# [DATA UNDER STUDY]
@dataclass(frozen=True)
class CornerConsistency:
    """How alike one corner's times were over the flying laps (SI).

    Attributes
    ----------
    name : str
        Corner name. [-]
    n_laps : int
        Flying laps counted. [-]
    best_s, mean_s : float
        Best and mean segment time. [s]
    spread_s : float
        Sample standard deviation of the segment times (NaN with one lap). [s]
    range_s : float
        Slowest minus best. [s]
    """

    name: str
    n_laps: int
    best_s: float
    mean_s: float
    spread_s: float
    range_s: float


@dataclass(frozen=True, eq=False)
class SessionTable:
    """Every lap of a session and each corner's consistency.

    Attributes
    ----------
    laps : tuple of LapRecord
        Every lap of the log, in order.
    corner_names : tuple of str
        The corners of ``corner_times_s``, in driving order.
    consistency : tuple of CornerConsistency
        One per corner, over the flying laps.
    """

    laps: tuple[LapRecord, ...]
    corner_names: tuple[str, ...]
    consistency: tuple[CornerConsistency, ...]

    def timed(self) -> list[LapRecord]:
        """The laps with per-lap figures, in order."""
        return [r for r in self.laps if r.timed]

    def flying(self) -> list[LapRecord]:
        """The timed laps whose kind is flying."""
        return [r for r in self.laps if r.timed and r.kind == "flying"]


@dataclass(frozen=True, eq=False)
class _Travel:
    """One lap's rows against the share of its travelled distance (the speed channel's integral from the gate crossing to the next, :func:`limitlap.gnss.travelled_m`).

    ``rows`` the lap's rows; ``share`` per row [-]; ``length_m`` the lap's travelled
    distance [m]; ``time_at``/``share_at`` the same as a non-decreasing map from time
    from the gate [s] to share [-], from 0 to 1 at the two crossings.
    """

    rows: slice
    share: np.ndarray
    length_m: float
    time_at: np.ndarray
    share_at: np.ndarray


def _travel(log, lap: Lap) -> _Travel:
    """:class:`_Travel` of a lap (the crossings interpolated between the rows either side, as :func:`limitlap.pipeline.lap_timelines` does)."""
    rows = slice(lap.start_index, lap.end_index)
    s = gnss.travelled_m(log)
    lo, hi = max(lap.start_index - 1, 0), min(lap.end_index + 1, s.shape[0])
    s0, s1 = np.interp([lap.start_time_s, lap.end_time_s], log.time_s[lo:hi], s[lo:hi])
    length = float(s1 - s0)
    share = (s[rows] - s0) / length
    t = log.time_s[rows] - lap.start_time_s
    keep = (t > 0.0) & (t < lap.time_s) & (share > 0.0) & (share < 1.0)
    t_ext = np.concatenate(([0.0], t[keep], [float(lap.time_s)]))
    f_ext = np.maximum.accumulate(np.concatenate(([0.0], share[keep], [1.0])))
    return _Travel(rows, share, length, t_ext, f_ext)


def course_curvature(log, rows: slice) -> np.ndarray | None:
    r"""Course rate over speed, :math:`\dot\psi/v`, on rows of a log.

    Yaw rate and :math:`a_y/v` weighted by the inverse of their noise variance as the
    line rebuild weights them (:mod:`limitlap.driven`); NaN where both cells are blank.
    None when the log has neither channel.

    Parameters
    ----------
    log : logfile.Log
        The session. [-]
    rows : slice
        The rows (a step takes every so many). [-]

    Returns
    -------
    numpy.ndarray or None
        Curvature per row. [1/m]
    """
    has_yaw, has_ay = log.measured("yaw_rate"), log.measured("accel_lat")
    if not (has_yaw or has_ay):
        return None
    vv = np.maximum(np.asarray(log.channels["speed"][rows], dtype=np.float64), MIN_SPEED_M_S)
    num = np.zeros(vv.shape)
    den = np.zeros(vv.shape)
    if has_yaw:
        r = log.channels["yaw_rate"][rows]
        ok = np.isfinite(r)
        num += np.where(ok, r, 0.0) / SIGMA_YAW_RAD_S**2
        den += ok / SIGMA_YAW_RAD_S**2
    if has_ay:
        ay = log.channels["accel_lat"][rows]
        ok = np.isfinite(ay)
        var = (SIGMA_ACCEL_M_S2 / vv) ** 2
        num += np.where(ok, ay / vv, 0.0) / var
        den += ok / var
    with np.errstate(invalid="ignore", divide="ignore"):
        return num / den / vv


#: Rows a lap's course curvature is read from, at most this rate: enough for the
#: stations 1 m apart (0.5-1.5 m between rows at 50 Hz and 25-75 m/s) before the 5 m
#: smoothing of the difference (:data:`LINE_DIFFERENCE_SMOOTHING_M`). [Hz]
COURSE_RATE_HZ = 50.0


def _course_on_stations(log, travel: _Travel, fraction, step: int):
    """A lap's course curvature (:func:`course_curvature`, every ``step``-th row) at fractions of its distance; None without. [1/m]."""
    rows = travel.rows
    k = course_curvature(log, slice(rows.start, rows.stop, step))
    if k is None:
        return None
    frac = travel.share[::step]
    keep = np.isfinite(k) & np.concatenate(([True], np.diff(frac) > 0))
    if keep.sum() < 2:
        return None
    return np.interp(fraction, frac[keep], k[keep])


def own_line(ref: Line, ref_course, course, length_ratio: float) -> Line:
    """A lap's own line: the analysed lap's line plus the lap's curvature differences.

    See the module text. ``ref_course`` and ``course`` are :func:`course_curvature` of
    the analysed lap and of this lap on ``ref``'s stations (None: no inertial channels,
    the shape is kept); ``length_ratio`` the ratio of their travelled distances. [1/m], [-]
    """
    ds = float(ref.length_m) / ref.n
    kappa = np.asarray(ref.curvature_1_m, dtype=np.float64)
    if ref_course is not None and course is not None:
        diff = gaussian_filter1d(course - ref_course, LINE_DIFFERENCE_SMOOTHING_M / ds, mode="wrap")
        kappa = kappa + diff
    length = float(ref.length_m) * length_ratio
    turns = round(float(np.sum(ref.curvature_1_m)) * ds / (2.0 * math.pi))
    kappa = kappa - (kappa.sum() * ds * length_ratio - 2.0 * math.pi * turns) / length
    return Line(ref.distance_m * length_ratio, kappa, ref.gradient, length, True)


def lap_grip_estimates(
    log, laps: Sequence[Lap], vehicle: Vehicle, *, selection: Selection | None, rate_hz
) -> dict[int, float | None]:
    """Grip scale each lap used against ``vehicle`` (:func:`limitlap.grip.grip_estimate`).

    With ``selection`` (the whole log's filtered samples, :func:`limitlap.samples.select_samples`
    as the envelope fit made them) every lap is estimated in one pass over its rows,
    thinned to about the envelope fit's rate (:data:`limitlap.envelope.FIT_RATE_HZ`: after
    the 3 Hz low-pass nothing above it is left; :func:`limitlap.grip.grip_estimates_of_stretches`);
    without, each lap's rows with 2 s either side are filtered on their own, as the
    analysed lap's estimate is (the filters reach well under a second, so both give the
    same values inside the lap). None for a lap without usable samples or without
    acceleration channels.
    """
    if not (log.has("accel_lon") and log.has("accel_lat")) or not laps:
        return {lp.number: None for lp in laps}
    if selection is not None:
        step = max(int(rate_hz // FIT_RATE_HZ), 1) if rate_hz else 1
        k = grip.grip_estimates_of_stretches(
            selection.speed_m_s,
            selection.accel_lon_m_s2,
            selection.accel_lat_m_s2,
            vehicle,
            [(lp.start_index, lp.end_index) for lp in laps],
            mask=selection.used,
            step=step,
        )
        return {
            lp.number: float(x) if math.isfinite(x) else None for lp, x in zip(laps, k, strict=True)
        }
    out = {}
    for lp in laps:
        v, ax, ay, mask = _padded_rows(log, lp, rate_hz)
        try:
            out[lp.number] = grip.grip_estimate(
                v, ax, ay, vehicle, mask=mask, sample_rate_hz=rate_hz
            )
        except LimitlapError:
            out[lp.number] = None
    return out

# [THE PROBLEM]
Go through the material above, and wherever a line holds the word "against", copy it.

# [RESULT]
    """One lap's rows against the share of its travelled distance (the speed channel's integral from the gate crossing to the next, :func:`limitlap.gnss.travelled_m`).
    """Grip scale each lap used against ``vehicle`` (:func:`limitlap.grip.grip_estimate`).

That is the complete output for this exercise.